(Saved entries)
[Start of Attachment]
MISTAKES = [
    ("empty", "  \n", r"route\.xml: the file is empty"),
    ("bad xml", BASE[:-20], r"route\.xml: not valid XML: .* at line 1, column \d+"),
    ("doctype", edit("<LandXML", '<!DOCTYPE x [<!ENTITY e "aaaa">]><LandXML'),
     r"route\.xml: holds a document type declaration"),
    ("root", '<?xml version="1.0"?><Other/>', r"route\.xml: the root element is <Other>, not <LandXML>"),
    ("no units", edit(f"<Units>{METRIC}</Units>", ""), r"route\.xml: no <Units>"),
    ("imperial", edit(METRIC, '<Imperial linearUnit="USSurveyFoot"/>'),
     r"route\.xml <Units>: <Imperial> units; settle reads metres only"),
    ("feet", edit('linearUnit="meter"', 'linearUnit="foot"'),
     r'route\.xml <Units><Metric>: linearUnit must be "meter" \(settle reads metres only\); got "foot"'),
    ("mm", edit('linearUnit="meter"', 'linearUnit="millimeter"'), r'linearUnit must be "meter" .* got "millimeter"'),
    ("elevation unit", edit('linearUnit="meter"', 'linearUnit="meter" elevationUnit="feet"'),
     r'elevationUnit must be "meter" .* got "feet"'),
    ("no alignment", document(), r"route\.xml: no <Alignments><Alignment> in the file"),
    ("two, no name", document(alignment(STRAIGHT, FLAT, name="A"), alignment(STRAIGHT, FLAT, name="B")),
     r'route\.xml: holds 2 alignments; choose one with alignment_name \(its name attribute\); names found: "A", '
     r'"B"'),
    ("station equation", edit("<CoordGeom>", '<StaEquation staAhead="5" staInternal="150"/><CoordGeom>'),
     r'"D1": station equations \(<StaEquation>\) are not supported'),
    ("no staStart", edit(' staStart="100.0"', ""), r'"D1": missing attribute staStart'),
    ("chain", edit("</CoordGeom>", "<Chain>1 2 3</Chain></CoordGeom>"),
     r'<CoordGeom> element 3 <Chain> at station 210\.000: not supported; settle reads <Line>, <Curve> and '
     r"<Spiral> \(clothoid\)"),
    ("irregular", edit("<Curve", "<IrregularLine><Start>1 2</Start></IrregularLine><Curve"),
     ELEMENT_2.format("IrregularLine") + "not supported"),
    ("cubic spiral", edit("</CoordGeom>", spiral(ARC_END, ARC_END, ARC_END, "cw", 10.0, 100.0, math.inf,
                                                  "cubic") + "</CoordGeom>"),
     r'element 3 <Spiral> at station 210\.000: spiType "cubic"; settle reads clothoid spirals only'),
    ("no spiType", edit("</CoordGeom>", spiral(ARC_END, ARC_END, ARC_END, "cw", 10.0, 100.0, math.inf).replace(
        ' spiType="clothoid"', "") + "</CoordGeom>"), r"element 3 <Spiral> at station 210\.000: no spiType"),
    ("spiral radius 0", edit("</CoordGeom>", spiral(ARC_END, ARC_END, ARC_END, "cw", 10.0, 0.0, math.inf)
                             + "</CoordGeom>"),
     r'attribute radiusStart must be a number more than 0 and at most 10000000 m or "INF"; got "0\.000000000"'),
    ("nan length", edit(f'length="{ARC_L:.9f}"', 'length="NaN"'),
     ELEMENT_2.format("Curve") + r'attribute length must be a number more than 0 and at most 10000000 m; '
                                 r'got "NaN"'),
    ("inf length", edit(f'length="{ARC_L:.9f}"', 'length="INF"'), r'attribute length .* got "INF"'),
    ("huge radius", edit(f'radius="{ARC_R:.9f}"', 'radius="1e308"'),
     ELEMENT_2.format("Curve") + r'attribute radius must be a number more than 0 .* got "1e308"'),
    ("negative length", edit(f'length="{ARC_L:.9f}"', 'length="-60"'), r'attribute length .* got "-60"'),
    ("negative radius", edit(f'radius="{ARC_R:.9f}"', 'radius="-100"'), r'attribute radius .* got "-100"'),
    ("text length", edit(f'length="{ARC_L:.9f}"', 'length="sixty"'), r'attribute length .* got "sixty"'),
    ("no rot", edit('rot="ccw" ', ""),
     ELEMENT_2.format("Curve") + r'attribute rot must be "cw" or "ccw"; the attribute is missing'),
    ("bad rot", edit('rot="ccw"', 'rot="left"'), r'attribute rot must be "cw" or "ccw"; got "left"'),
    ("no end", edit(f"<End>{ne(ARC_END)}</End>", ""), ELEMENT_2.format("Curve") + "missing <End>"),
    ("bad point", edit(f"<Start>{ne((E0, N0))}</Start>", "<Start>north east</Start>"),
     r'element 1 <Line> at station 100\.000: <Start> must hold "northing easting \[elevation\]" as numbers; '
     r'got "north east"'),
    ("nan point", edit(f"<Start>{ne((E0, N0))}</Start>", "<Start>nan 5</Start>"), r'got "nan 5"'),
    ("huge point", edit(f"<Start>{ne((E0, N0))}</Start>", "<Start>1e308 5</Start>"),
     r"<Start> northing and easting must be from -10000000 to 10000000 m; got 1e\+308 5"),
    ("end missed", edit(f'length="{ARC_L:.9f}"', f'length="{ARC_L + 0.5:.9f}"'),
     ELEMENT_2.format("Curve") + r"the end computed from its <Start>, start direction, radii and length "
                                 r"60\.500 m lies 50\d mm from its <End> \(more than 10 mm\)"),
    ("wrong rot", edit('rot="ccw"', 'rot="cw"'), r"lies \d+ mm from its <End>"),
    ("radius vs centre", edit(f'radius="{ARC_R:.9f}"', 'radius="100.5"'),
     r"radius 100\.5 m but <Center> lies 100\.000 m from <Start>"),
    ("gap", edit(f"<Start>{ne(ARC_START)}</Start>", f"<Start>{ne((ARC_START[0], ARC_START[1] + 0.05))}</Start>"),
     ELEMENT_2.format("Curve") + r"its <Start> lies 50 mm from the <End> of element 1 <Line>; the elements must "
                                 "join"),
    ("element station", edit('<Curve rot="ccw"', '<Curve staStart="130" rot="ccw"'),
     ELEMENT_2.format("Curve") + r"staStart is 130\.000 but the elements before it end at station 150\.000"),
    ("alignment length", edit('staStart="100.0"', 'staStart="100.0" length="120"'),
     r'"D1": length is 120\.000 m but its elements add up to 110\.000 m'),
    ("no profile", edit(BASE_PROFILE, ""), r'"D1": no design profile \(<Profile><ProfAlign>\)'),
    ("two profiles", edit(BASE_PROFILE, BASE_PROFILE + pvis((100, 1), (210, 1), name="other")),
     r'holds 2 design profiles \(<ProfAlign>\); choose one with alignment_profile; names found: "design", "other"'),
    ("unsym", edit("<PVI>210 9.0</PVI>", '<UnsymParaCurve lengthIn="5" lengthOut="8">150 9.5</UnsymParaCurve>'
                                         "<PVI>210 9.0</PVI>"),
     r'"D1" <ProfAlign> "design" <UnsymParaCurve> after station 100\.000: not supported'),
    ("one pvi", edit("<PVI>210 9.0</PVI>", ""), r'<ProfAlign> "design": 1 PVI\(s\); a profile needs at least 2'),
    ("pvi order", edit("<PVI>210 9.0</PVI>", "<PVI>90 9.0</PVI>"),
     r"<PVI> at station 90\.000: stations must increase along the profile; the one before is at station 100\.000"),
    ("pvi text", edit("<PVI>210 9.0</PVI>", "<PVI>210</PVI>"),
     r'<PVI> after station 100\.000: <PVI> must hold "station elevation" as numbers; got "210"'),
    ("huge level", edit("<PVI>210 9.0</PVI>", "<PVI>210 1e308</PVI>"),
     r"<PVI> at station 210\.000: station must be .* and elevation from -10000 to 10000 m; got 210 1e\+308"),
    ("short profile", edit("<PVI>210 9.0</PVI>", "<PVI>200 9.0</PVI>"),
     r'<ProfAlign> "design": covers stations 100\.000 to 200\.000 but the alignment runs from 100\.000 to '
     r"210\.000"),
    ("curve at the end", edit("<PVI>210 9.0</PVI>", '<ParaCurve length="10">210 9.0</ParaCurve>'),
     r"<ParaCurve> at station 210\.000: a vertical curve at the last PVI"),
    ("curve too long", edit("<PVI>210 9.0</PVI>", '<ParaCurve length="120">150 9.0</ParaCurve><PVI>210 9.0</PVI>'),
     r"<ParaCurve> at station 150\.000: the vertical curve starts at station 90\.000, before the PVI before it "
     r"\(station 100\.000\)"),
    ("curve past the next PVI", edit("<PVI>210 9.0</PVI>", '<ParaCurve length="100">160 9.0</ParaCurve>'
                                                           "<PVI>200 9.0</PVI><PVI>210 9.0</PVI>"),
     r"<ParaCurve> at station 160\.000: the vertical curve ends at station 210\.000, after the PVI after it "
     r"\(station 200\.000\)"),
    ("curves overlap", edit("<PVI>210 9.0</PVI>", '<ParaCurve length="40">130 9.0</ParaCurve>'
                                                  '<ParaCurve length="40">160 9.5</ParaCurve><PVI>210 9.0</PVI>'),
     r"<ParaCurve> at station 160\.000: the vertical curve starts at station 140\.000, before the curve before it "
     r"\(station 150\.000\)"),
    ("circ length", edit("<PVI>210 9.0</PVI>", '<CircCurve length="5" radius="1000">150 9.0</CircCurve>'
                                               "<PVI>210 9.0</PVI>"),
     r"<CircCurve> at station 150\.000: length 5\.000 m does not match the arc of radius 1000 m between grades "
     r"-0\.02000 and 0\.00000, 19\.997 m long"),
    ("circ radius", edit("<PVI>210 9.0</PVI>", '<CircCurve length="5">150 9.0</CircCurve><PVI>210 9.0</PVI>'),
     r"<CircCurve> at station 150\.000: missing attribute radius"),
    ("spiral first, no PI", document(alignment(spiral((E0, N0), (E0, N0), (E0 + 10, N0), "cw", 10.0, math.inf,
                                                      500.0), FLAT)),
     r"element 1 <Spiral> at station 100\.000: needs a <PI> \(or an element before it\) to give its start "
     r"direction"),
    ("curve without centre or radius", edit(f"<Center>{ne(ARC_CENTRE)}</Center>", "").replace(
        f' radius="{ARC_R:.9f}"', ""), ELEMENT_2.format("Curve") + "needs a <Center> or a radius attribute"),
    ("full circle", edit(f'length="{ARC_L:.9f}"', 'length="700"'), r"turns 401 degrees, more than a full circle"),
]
[End of Attachment]
Among the lines of the records above, count those containing the word "before", then give the number by itself.

SOLUTION
5